I love these pedals. They are super easy to install. The pedal platform is very stable and feels stiff and secure like a good Look or SPD-SL pedal. Cleat wear has been good so far. The weather seals are a little tight when you first get them, but this is actually a good thing if you ride in the rain. Power numbers has been comparable to my Quarq, so I'm happy.
This is my third power measurement system and so far easily my favorite. After using the classic power to hub system, I upgraded to a Quark crankset, which I continue to use.
I bought the Garmin pedals for a second bike. The pedals install like any other pedals which make them a much easier upgrade than the cranks. They pedals also offer additional information, such as power center offset, not available with other measurement systems.
I've found the power phase information particular helpful in improving my pedal stroke and efficiency.
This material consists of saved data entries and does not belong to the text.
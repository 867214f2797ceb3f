//! Every reference netlist mapped onto every built-in library is proven
//! equivalent to its original by the SAT-sweeping checker.
//!
//! Sources: the ISCAS-85, ISCAS-89 and EPFL netlists (circuitgraph 0.2.1) and
//! the ariths-gen 1.1.4 arithmetic circuits in tests/data/reference, as
//! PROVENANCE.md there describes. The check is a proof, not a sample: a
//! `Proven` verdict means the checker refuted every differing input.

use ribbonmap::io::{read_netlist, ReadOptions, StorageCellSpec};
use ribbonmap::library::Library;
use ribbonmap::mapper::{map, Goal, MapOptions};
use ribbonmap::netlist::{verify, Verified, VerifyMode};
use std::path::{Path, PathBuf};

fn reference_netlists() -> Vec<PathBuf> {
    let root = Path::new(env!("CARGO_MANIFEST_DIR")).join("tests/data/reference/netlists");
    let mut files = Vec::new();
    for family in ["arith", "iscas85", "iscas89", "epfl"] {
        let mut here: Vec<PathBuf> = std::fs::read_dir(root.join(family))
            .unwrap()
            .map(|e| e.unwrap().path())
            .collect();
        here.sort();
        files.extend(here);
    }
    files
}

#[test]
#[cfg_attr(
    debug_assertions,
    ignore = "slow in debug builds; runs under cargo test --release"
)]
fn every_reference_netlist_maps_to_a_proven_equivalent_on_every_library() {
    let files = reference_netlists();
    assert!(
        files.len() >= 38,
        "reference set incomplete: {}",
        files.len()
    );
    // s27's flip-flops are instances of an undefined cell `ff` (PROVENANCE.md).
    let options = ReadOptions {
        storage_cells: vec!["ff:D:Q:CK".parse::<StorageCellSpec>().unwrap()],
        ..ReadOptions::default()
    };
    for name in Library::builtin_names() {
        let lib = Library::builtin(name).unwrap();
        for file in &files {
            let net = read_netlist(file, &options).unwrap_or_else(|e| panic!("{e}"));
            let mapped = map(
                &net,
                &lib,
                &MapOptions {
                    goal: Goal::Balanced,
                    ..MapOptions::default()
                },
            )
            .unwrap_or_else(|e| panic!("{} on {name}: {e:?}", file.display()));
            let verdict = verify(&net, &mapped.to_network(&lib), VerifyMode::Full)
                .unwrap_or_else(|e| panic!("{} on {name}: {e}", file.display()));
            assert_eq!(
                verdict,
                Verified::Proven,
                "{} on {name} was not proven",
                file.display()
            );
        }
    }
}
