#[test]
fn map_reads_standard_input() {
    let dir = tempfile::tempdir().unwrap();
    let out = ribbonmap(dir.path())
        .args(["map", "-", "--input-format", "bench", "--lib", "ribbon3"])
        .args(["--format", "json"])
        .write_stdin("INPUT(a)\nINPUT(b)\nINPUT(c)\nOUTPUT(y)\ny = XOR(a, b, c)\n")
        .output()
        .unwrap();
    assert!(out.status.success(), "{}", stderr(&out));
    let v: serde_json::Value = serde_json::from_slice(&out.stdout).unwrap();
    // Three-input XOR is one ribbon3 cell (libraries/ribbon3.json).
    assert_eq!(v["cells"], serde_json::json!({"xor3": 1}));
    assert_eq!(v["verified"], "proven");
    // Standard input without a format is bad usage.
    let out = ribbonmap(dir.path())
        .args(["inspect", "-"])
        .write_stdin("INPUT(a)\n")
        .output()
        .unwrap();
    assert_eq!(out.status.code(), Some(2));
}

#[test]
fn inspect_text_report_lists_the_figures() {
    let dir = tempfile::tempdir().unwrap();
    let out = ribbonmap(dir.path())
        .args(["inspect", "tests/data/reference/netlists/iscas85/c17.v"])
        .output()
        .unwrap();
    assert!(out.status.success());
    let text = String::from_utf8(out.stdout).unwrap();
    // c17: 5 inputs, 2 outputs, six NAND2 (PROVENANCE.md); depth 3,
    // support 4 and fanout 2 counted by hand from the file.
    for (key, value) in [
        ("inputs", "5"),
        ("outputs", "2"),
        ("storage elements", "0"),
        ("logic nodes", "6 (and 6, xor 0, maj 0)"),
        ("depth", "3"),
        ("largest output support", "4 inputs (N22)"),
        ("largest fanout", "2 (N3)"),
    ] {
        let line = text
            .lines()
            .find(|l| l.starts_with(key) && l[key.len()..].starts_with("  "))
            .unwrap_or_else(|| panic!("no {key} in\n{text}"));
        assert_eq!(line[key.len()..].trim(), value, "{line}");
    }
}
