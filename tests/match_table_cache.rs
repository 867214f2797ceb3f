//! The match table kept on disk between processes (`mapper::table_cache`):
//! with `RIBBONMAP_CACHE_DIR` set, the first `map` writes the table, the
//! second reads it, and both print the same mapping. The expected netlist
//! is the first run's own output; the outside check is the proof each run
//! reports (`verified: proven`).

use assert_cmd::Command;

fn map_json(cache: &std::path::Path) -> serde_json::Value {
    let out = Command::cargo_bin("ribbonmap")
        .unwrap()
        .env("RIBBONMAP_CACHE_DIR", cache)
        .args(["map", "benchmarks/adder8_ripple.blif", "--format", "json"])
        .current_dir(env!("CARGO_MANIFEST_DIR"))
        .output()
        .unwrap();
    assert!(
        out.status.success(),
        "{}",
        String::from_utf8_lossy(&out.stderr)
    );
    serde_json::from_slice(&out.stdout).unwrap()
}

#[test]
fn a_cached_table_maps_like_a_fresh_one() {
    let dir = tempfile::tempdir().unwrap();
    let cold = map_json(dir.path());
    let files: Vec<_> = std::fs::read_dir(dir.path())
        .unwrap()
        .map(|e| e.unwrap().file_name().to_string_lossy().into_owned())
        .filter(|n| n.starts_with("match-table-"))
        .collect();
    // One table per library the mapping used: ribbon3 and the built-in
    // libraries it contains (ribbon3-nomaj, ribbon2), whose runs join the
    // goal's pool (mapper::runs).
    assert_eq!(files.len(), 3, "{files:?}");
    let warm = map_json(dir.path());
    for field in ["cells", "cell_count", "area", "delay", "depth", "verified"] {
        assert_eq!(cold[field], warm[field], "{field}");
    }
    assert_eq!(warm["verified"], "proven");
}
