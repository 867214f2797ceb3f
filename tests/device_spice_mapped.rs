//! `ribbonmap spice` of a netlist that is already made of the library's
//! cells: the deck is written from the cells as they stand, without
//! mapping, and ngspice (Debian's `ngspice` package, a circuit simulator
//! from outside the project) computes the logic the netlist should: the
//! expected output bits come from integer arithmetic (a + b for the adder)
//! or from the gates' definitions (inverter chain, NAND).
//!
//! When ngspice is missing the ngspice checks print a line saying so and
//! pass; the command-line checks run regardless.

use assert_cmd::Command;
use ribbonmap::library::Library;
use ribbonmap::netlist::{read_mapped_verilog, MappedNetlist};
use std::path::{Path, PathBuf};

const SUPPLY_V: f64 = 0.2;

/// A two-bit ripple adder as BLIF (sum and carry of each bit).
const ADDER2: &str = ".model add2\n.inputs a0 a1 b0 b1\n.outputs s0 s1 c2\n\
.names a0 b0 s0\n10 1\n01 1\n.names a0 b0 c1\n11 1\n\
.names a1 b1 c1 s1\n100 1\n010 1\n001 1\n111 1\n\
.names a1 b1 c1 c2\n11- 1\n1-1 1\n-11 1\n.end\n";

/// Written by hand, not by the mapper (which never chains three
/// inverters): y = !!!a, z = nand(a, 1) = !a, with positional connections
/// (output first) on one of them.
const HAND: &str =
    "module hand (a, y, z);\n  input a;\n  output y;\n  output z;\n  wire n1;\n  wire n2;\n\
  inv u1 (.a(a), .y(n1));\n  inv u2 (n2, n1);\n  inv u3 (.a(n2), .y(y));\n\
  nand2 u4 (.a(a), .b(1'b1), .y(z));\nendmodule\n";

fn ribbonmap(dir: &Path) -> Command {
    let mut c = Command::cargo_bin("ribbonmap").unwrap();
    c.env("RIBBONMAP_CACHE_DIR", dir).current_dir(dir);
    c
}

fn demo_kit() -> PathBuf {
    Path::new(env!("CARGO_MANIFEST_DIR")).join("libraries/devices/demo/demo.json")
}

fn ngspice_present() -> bool {
    let found = std::process::Command::new("ngspice")
        .arg("--version")
        .output()
        .is_ok();
    if !found {
        println!("SKIPPED: ngspice is not installed (apt-get install -y ngspice); the SPICE checks did not run");
    }
    found
}

/// A temporary folder with the demo kit characterised into `lib.json`.
fn characterised() -> (tempfile::TempDir, Library) {
    let dir = tempfile::tempdir().unwrap();
    ribbonmap(dir.path())
        .arg("characterize")
        .arg(demo_kit())
        .args(["-o", "lib.json"])
        .assert()
        .success();
    let lib = Library::load(&dir.path().join("lib.json")).unwrap();
    (dir, lib)
}

fn read(dir: &Path, file: &str, lib: &Library) -> MappedNetlist {
    let text = std::fs::read_to_string(dir.join(file)).unwrap();
    read_mapped_verilog(&text, file, lib, None).unwrap()
}

/// Writes the DC deck of `file` for `bits` with `spice` (no mapping), runs
/// ngspice and returns each primary output's voltage.
fn output_volts(dir: &Path, file: &str, netlist: &MappedNetlist, bits: &str) -> Vec<f64> {
    let deck = format!("{}_{bits}.cir", file.replace('.', "_"));
    ribbonmap(dir)
        .args([
            "spice",
            file,
            "--lib",
            "lib.json",
            "-o",
            &deck,
            "--pattern",
            bits,
        ])
        .assert()
        .success();
    let out = std::process::Command::new("ngspice")
        .arg("-b")
        .arg(&deck)
        .current_dir(dir)
        .output()
        .expect("ngspice runs");
    let text = String::from_utf8_lossy(&out.stdout).to_string();
    netlist
        .outputs
        .iter()
        .map(|p| {
            let name = ribbonmap::device::spice::node(p.net);
            text.lines()
                .find_map(|l| {
                    let mut it = l.split_whitespace();
                    (it.next() == Some(name.as_str())).then(|| it.next()?.parse::<f64>().ok())?
                })
                .unwrap_or_else(|| panic!("{name} not in ngspice output:\n{text}"))
        })
        .collect()
}

/// Each voltage is a clean logic level (within 50 mV of a rail) equal to
/// the expected bit.
fn assert_levels(volts: &[f64], expected: &[bool], what: &str) {
    for (k, (&v, &bit)) in volts.iter().zip(expected).enumerate() {
        let rail = if bit { SUPPLY_V } else { 0.0 };
        assert!(
            (v - rail).abs() < 0.05,
            "{what}: output {k} is {v} V, expected logic {}",
            u8::from(bit)
        );
    }
}

#[test]
fn a_mapped_adder_is_read_as_it_stands_and_adds_in_ngspice() {
    let (dir, lib) = characterised();
    let d = dir.path();
    std::fs::write(d.join("add2.blif"), ADDER2).unwrap();
    ribbonmap(d)
        .args(["map", "add2.blif", "--lib", "lib.json", "-o", "add2.v"])
        .assert()
        .success();
    let netlist = read(d, "add2.v", &lib);
    // The file's cells are kept one for one: the same instances (cell,
    // name) in the same count as the file's instance lines.
    let text = std::fs::read_to_string(d.join("add2.v")).unwrap();
    let instance_lines = text
        .lines()
        .filter(|l| {
            lib.cell(l.split_whitespace().next().unwrap_or(""))
                .is_some()
        })
        .count();
    assert_eq!(netlist.instances.len(), instance_lines);
    assert_eq!(
        netlist
            .inputs
            .iter()
            .map(|p| p.name.as_str())
            .collect::<Vec<_>>(),
        ["a0", "a1", "b0", "b1"]
    );
    if !ngspice_present() {
        return;
    }
    // Every input pattern; the expected sum by integer arithmetic.
    for pattern in 0u32..16 {
        let bits: String = (0..4)
            .map(|k| if pattern >> k & 1 == 1 { '1' } else { '0' })
            .collect();
        let a = (pattern & 1) | (pattern >> 1 & 1) << 1;
        let b = (pattern >> 2 & 1) | (pattern >> 3 & 1) << 1;
        let sum = a + b;
        let expected: Vec<bool> = (0..3).map(|k| sum >> k & 1 == 1).collect();
        let volts = output_volts(d, "add2.v", &netlist, &bits);
        assert_levels(&volts, &expected, &format!("{a} + {b}"));
    }
}

#[test]
fn a_hand_written_netlist_keeps_its_cells_in_the_deck_ngspice() {
    let (dir, lib) = characterised();
    let d = dir.path();
    std::fs::write(d.join("hand.v"), HAND).unwrap();
    let netlist = read(d, "hand.v", &lib);
    let cells: Vec<&str> = netlist
        .instances
        .iter()
        .map(|i| lib.cells[i.cell as usize].name.as_str())
        .collect();
    assert_eq!(cells, ["inv", "inv", "inv", "nand2"]);
    ribbonmap(d)
        .args(["spice", "hand.v", "--lib", "lib.json", "-o", "hand.cir"])
        .assert()
        .success()
        .stdout(predicates::str::contains("(4 cells"));
    if !ngspice_present() {
        return;
    }
    for a in [false, true] {
        let bits = if a { "1" } else { "0" };
        let volts = output_volts(d, "hand.v", &netlist, bits);
        // y = !!!a = !a; z = nand(a, 1) = !a.
        assert_levels(&volts, &[!a, !a], &format!("a = {bits}"));
    }
}

#[test]
fn without_map_only_a_netlist_of_library_cells_is_accepted() {
    let (dir, _) = characterised();
    let d = dir.path();
    std::fs::write(d.join("add2.blif"), ADDER2).unwrap();
    ribbonmap(d)
        .args(["spice", "add2.blif", "--lib", "lib.json", "-o", "x.cir"])
        .assert()
        .code(2)
        .stderr(predicates::str::contains("give --map"));
    // A gate primitive is not a library cell: named with its line.
    std::fs::write(
        d.join("prim.v"),
        "module p (a, b, y);\n  input a, b;\n  output y;\n  and g (y, a, b);\nendmodule\n",
    )
    .unwrap();
    let out = ribbonmap(d)
        .args(["spice", "prim.v", "--lib", "lib.json", "-o", "x.cir"])
        .output()
        .unwrap();
    let stderr = String::from_utf8_lossy(&out.stderr);
    assert_eq!(out.status.code(), Some(2), "{stderr}");
    assert_eq!(stderr.lines().count(), 1, "{stderr}");
    assert!(
        stderr.contains("prim.v:4:") && stderr.contains("give --map"),
        "{stderr}"
    );
    // With --map the same file is mapped first and gets its deck.
    ribbonmap(d)
        .args([
            "spice", "prim.v", "--map", "--lib", "lib.json", "-o", "x.cir",
        ])
        .assert()
        .success();
}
I've used them for about 1000 miles and haven't had to replace the batteries yet.
I moved from Shimano Dura-ace SPD-SL pedals to these Garmin Vector 3's and was pleasantly surprised that the Garmin's feel just as solid as the Shimano pedals did. The difference obviously is that I can now read power via the pedals. Overall, the Garmin cleats work well and install basically the same as my old SPD-SLs.
If I had one negative to say about the pedals so far, it is that the seals on the bearings are a little tight, so the pedals don't spin as freely as my previous Shimano pedals. which means sometimes they are in a weird position when you clip in. I'm assuming these seals will loosen up after a few more months of training.
I bought a ton of batteries (They are cheap) in anticipation that I would need to change these out fairly often, but I'm up to 30 hours or so of riding and no need to change so far.
Overall, very happy with the Garmin pedals and they are super easy to install and move from bike to bike. That's going to be a big help for me later in the season when I move the pedals from my road bike to my time trial bike and back.